*** Opening The data ***

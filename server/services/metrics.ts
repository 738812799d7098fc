import * as data from '../data/metrics'
import { withTransaction } from '../db/transaction'
import { badRequest } from '../errors'
import { addWorkingMs } from './business-hours'
import { recordAudit } from './team'
import { caseStatuses } from '../../shared/schemas/case'
import {
  flagLabel, targetsSchema, waitingBuckets,
  type Breaches, type FlagBreakdown, type MetricsQuery, type ReopenRate, type ResponseTimes, type Satisfaction,
  type StatusCounts, type Targets, type TargetsResponse, type WaitingDistribution, type WeekFigure, type Workload,
} from '../../shared/schemas/metrics'
import type { User } from '../../shared/schemas/auth'

const iso = (d: Date | string) => new Date(d).toISOString()
const num = (v: unknown): number | null => (v === null || v === undefined ? null : Number(v))
const round = (v: number | null, digits = 2) => (v === null ? null : Math.round(v * 10 ** digits) / 10 ** digits)

export async function getTargets(): Promise<TargetsResponse> {
  const s = await data.readSettings()
  return {
    firstResponseHours: Number(s.firstResponseHours),
    resolutionHours: Number(s.resolutionHours),
    warnAtPercent: s.warnAtPercent,
    businessHours: s.timeZone && s.week ? { timeZone: s.timeZone, week: s.week } : null,
    updatedAt: s.updatedAt ? iso(s.updatedAt) : null,
    updatedBy: s.updatedBy ? { id: s.updatedBy, name: s.editor?.name ?? '' } : null,
  }
}

/** Supervisors set the targets; the change and its previous values go into the audit log. */
export async function setTargets(user: User, input: Targets): Promise<TargetsResponse> {
  const t = targetsSchema.parse(input)
  if (t.businessHours && !(await data.databaseKnowsZone(t.businessHours.timeZone))) {
    throw badRequest('The database does not know that time zone', [{ path: 'businessHours.timeZone', message: 'choose another spelling, e.g. Europe/London' }])
  }
  const before = await getTargets()
  await withTransaction(async (tx) => {
    await data.writeSettings(t, user.id, tx)
    const { updatedAt: _a, updatedBy: _b, ...previous } = before
    await recordAudit({ actorId: user.id, action: 'targets.changed', details: { before: previous, after: t } }, tx)
  })
  return getTargets()
}

/** The period and filters of a metrics request, with the team's clock. */
export async function scopeOf(q: MetricsQuery): Promise<{ scope: data.Scope; targets: TargetsResponse }> {
  const targets = await getTargets()
  const timeZone = targets.businessHours?.timeZone ?? 'UTC'
  const fallback = await data.defaultPeriod(timeZone)
  const to = q.to ? new Date(q.to) : fallback.to
  const from = q.from ? new Date(q.from) : q.to ? new Date(to.getTime() - 12 * 7 * 86_400_000) : fallback.from
  if (!(to > from)) throw badRequest('The period must end after it starts', [{ path: 'to', message: 'after "from"' }])
  return {
    scope: { from, to, advisorIds: q.advisorIds ?? null, listenerIds: q.listenerIds ?? null, timeZone, week: targets.businessHours?.week ?? null },
    targets,
  }
}

export async function casesByStatus(q: MetricsQuery): Promise<StatusCounts> {
  const { scope } = await scopeOf(q)
  const rows = await data.statusCounts(scope)
  const statuses = caseStatuses.filter((s) => s !== 'draft').map((status) => ({ status, count: rows.find((r) => r.status === status)?.count ?? 0 }))
  return { statuses, open: statuses.filter((s) => s.status !== 'closed').reduce((n, s) => n + s.count, 0) }
}

export async function waitingTimes(q: MetricsQuery): Promise<WaitingDistribution> {
  const { scope } = await scopeOf(q)
  const edges = [0, ...waitingBuckets.flatMap((b) => (b.maxHours === null ? [] : [b.maxHours]))]
  const rows = await data.waitingDistribution(scope, edges)
  const overall = rows.find((r) => r.bucket === null)
  return {
    // width_bucket: 1 for [0, 4), 2 for [4, 24) … and edges.length for values at or above the last edge.
    buckets: waitingBuckets.map((b, i) => ({ key: b.key, label: b.label, count: rows.find((r) => r.bucket === i + 1)?.count ?? 0 })),
    total: overall?.count ?? 0,
    medianHours: round(num(overall?.median_h)),
    longestHours: round(num(overall?.longest_h)),
  }
}

function weekFigures(rows: data.WeekRow[]) {
  const fig = (r: data.WeekRow) => ({ count: r.count, medianHours: round(num(r.median_h)), p90Hours: round(num(r.p90_h)), withinTarget: r.within })
  const weeks: WeekFigure[] = rows.filter((r) => r.week_start !== null).map((r) => ({ weekStart: iso(r.week_start!), ...fig(r) }))
  const o = rows.find((r) => r.week_start === null)
  return { weeks, overall: o ? fig(o) : { count: 0, medianHours: null, p90Hours: null, withinTarget: 0 } }
}

export async function responseTimes(q: MetricsQuery): Promise<ResponseTimes> {
  const { scope, targets } = await scopeOf(q)
  const [fr, res] = await Promise.all([
    data.responseWeeks(scope, 'first_response', targets.firstResponseHours),
    data.responseWeeks(scope, 'resolution', targets.resolutionHours),
  ])
  return {
    clock: targets.businessHours ? 'working' : 'calendar',
    timeZone: scope.timeZone,
    firstResponse: { targetHours: targets.firstResponseHours, ...weekFigures(fr) },
    resolution: { targetHours: targets.resolutionHours, ...weekFigures(res) },
  }
}

/** Open cases past or near their target, worst first; the due time comes from the working-time function. */
export async function breaches(q: MetricsQuery): Promise<Breaches> {
  const { scope, targets } = await scopeOf(q)
  const rows = await data.openClocks(scope, targets)
  return {
    clock: targets.businessHours ? 'working' : 'calendar',
    warnAtPercent: targets.warnAtPercent,
    rows: rows.map((r) => {
      const targetHours = r.responded ? targets.resolutionHours : targets.firstResponseHours
      const elapsedHours = Number(r.elapsed_s) / 3600
      return {
        caseId: r.case_id,
        title: r.title,
        status: r.status,
        listener: { id: r.listener_id, name: r.listener_name },
        assignee: r.assignee_id ? { id: r.assignee_id, name: r.assignee_name ?? '' } : null,
        target: r.responded ? 'resolution' : 'first_response',
        state: elapsedHours >= targetHours ? 'breached' : 'at_risk',
        elapsedHours: round(elapsedHours)!,
        targetHours,
        dueAt: addWorkingMs(r.clock_start, targetHours * 3_600_000, targets.businessHours).toISOString(),
        submittedAt: iso(r.clock_start),
      }
    }),
  }
}

export async function workload(q: MetricsQuery): Promise<Workload> {
  const { scope } = await scopeOf(q)
  const rows = await data.workload(scope)
  return {
    advisors: rows.filter((r) => r.id !== null).map((r) => ({
      advisor: { id: r.id!, name: r.name ?? '', role: r.role!, active: !!r.active },
      open: r.open,
      waitingOnTeam: r.waiting_on_team,
      waitingOnListener: r.waiting_on_listener,
      planSent: r.plan_sent,
      closedInPeriod: r.closed_in_period,
      firstResponsesInPeriod: r.first_responses_in_period,
      medianResolutionHours: round(num(r.median_resolution_h)),
    })),
    unassignedOpen: scope.advisorIds ? 0 : rows.find((r) => r.id === null)?.open ?? 0,
  }
}

const rate = (part: number, whole: number) => (whole > 0 ? round(part / whole, 4) : null)

export async function reopenRate(q: MetricsQuery): Promise<ReopenRate> {
  const { scope } = await scopeOf(q)
  const rows = await data.reopenWeeks(scope)
  const o = rows.find((r) => r.week_start === null) ?? { closed: 0, reopened: 0 }
  return {
    closed: o.closed,
    reopened: o.reopened,
    rate: rate(o.reopened, o.closed),
    weeks: rows.filter((r) => r.week_start !== null).map((r) => ({ weekStart: iso(r.week_start!), closed: r.closed, reopened: r.reopened, rate: rate(r.reopened, r.closed) })),
  }
}

export async function flags(q: MetricsQuery): Promise<FlagBreakdown> {
  const { scope } = await scopeOf(q)
  const rows = await data.flagBreakdown(scope)
  const total = rows.find((r) => r.flag_id === null)?.cases ?? 0
  return {
    cases: total,
    flags: rows.filter((r) => r.flag_id !== null).map((r) => ({
      flagId: r.flag_id!, label: flagLabel(r.flag_id!), cases: r.cases, share: rate(r.cases, total) ?? 0, open: r.open,
      medianResolutionHours: round(num(r.median_resolution_h)),
    })),
  }
}

export async function satisfaction(q: MetricsQuery): Promise<Satisfaction> {
  const { scope } = await scopeOf(q)
  const [rows, recent] = await Promise.all([data.satisfactionWeeks(scope), data.recentRatings(scope)])
  const o = rows.find((r) => r.week_start === null)!
  return {
    count: o.count,
    average: round(num(o.average)),
    distribution: [o.d1, o.d2, o.d3, o.d4, o.d5],
    closedInPeriod: o.closed,
    weeks: rows.filter((r) => r.week_start !== null).map((r) => ({ weekStart: iso(r.week_start!), count: r.count, average: round(num(r.average)) })),
    recent: recent.map((r) => ({ caseId: r.case_id, title: r.title, score: r.score, comment: r.comment, createdAt: iso(r.created_at), listenerName: r.listener_name })),
  }
}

*** Closing The data ***

### The problem
The answer must consist of every line above that holds the string "export", copied exactly.

### Reply to the task
export async function getTargets(): Promise<TargetsResponse> {
export async function setTargets(user: User, input: Targets): Promise<TargetsResponse> {
export async function scopeOf(q: MetricsQuery): Promise<{ scope: data.Scope; targets: TargetsResponse }> {
export async function casesByStatus(q: MetricsQuery): Promise<StatusCounts> {
export async function waitingTimes(q: MetricsQuery): Promise<WaitingDistribution> {
export async function responseTimes(q: MetricsQuery): Promise<ResponseTimes> {
export async function breaches(q: MetricsQuery): Promise<Breaches> {
export async function workload(q: MetricsQuery): Promise<Workload> {
export async function reopenRate(q: MetricsQuery): Promise<ReopenRate> {
export async function flags(q: MetricsQuery): Promise<FlagBreakdown> {
export async function satisfaction(q: MetricsQuery): Promise<Satisfaction> {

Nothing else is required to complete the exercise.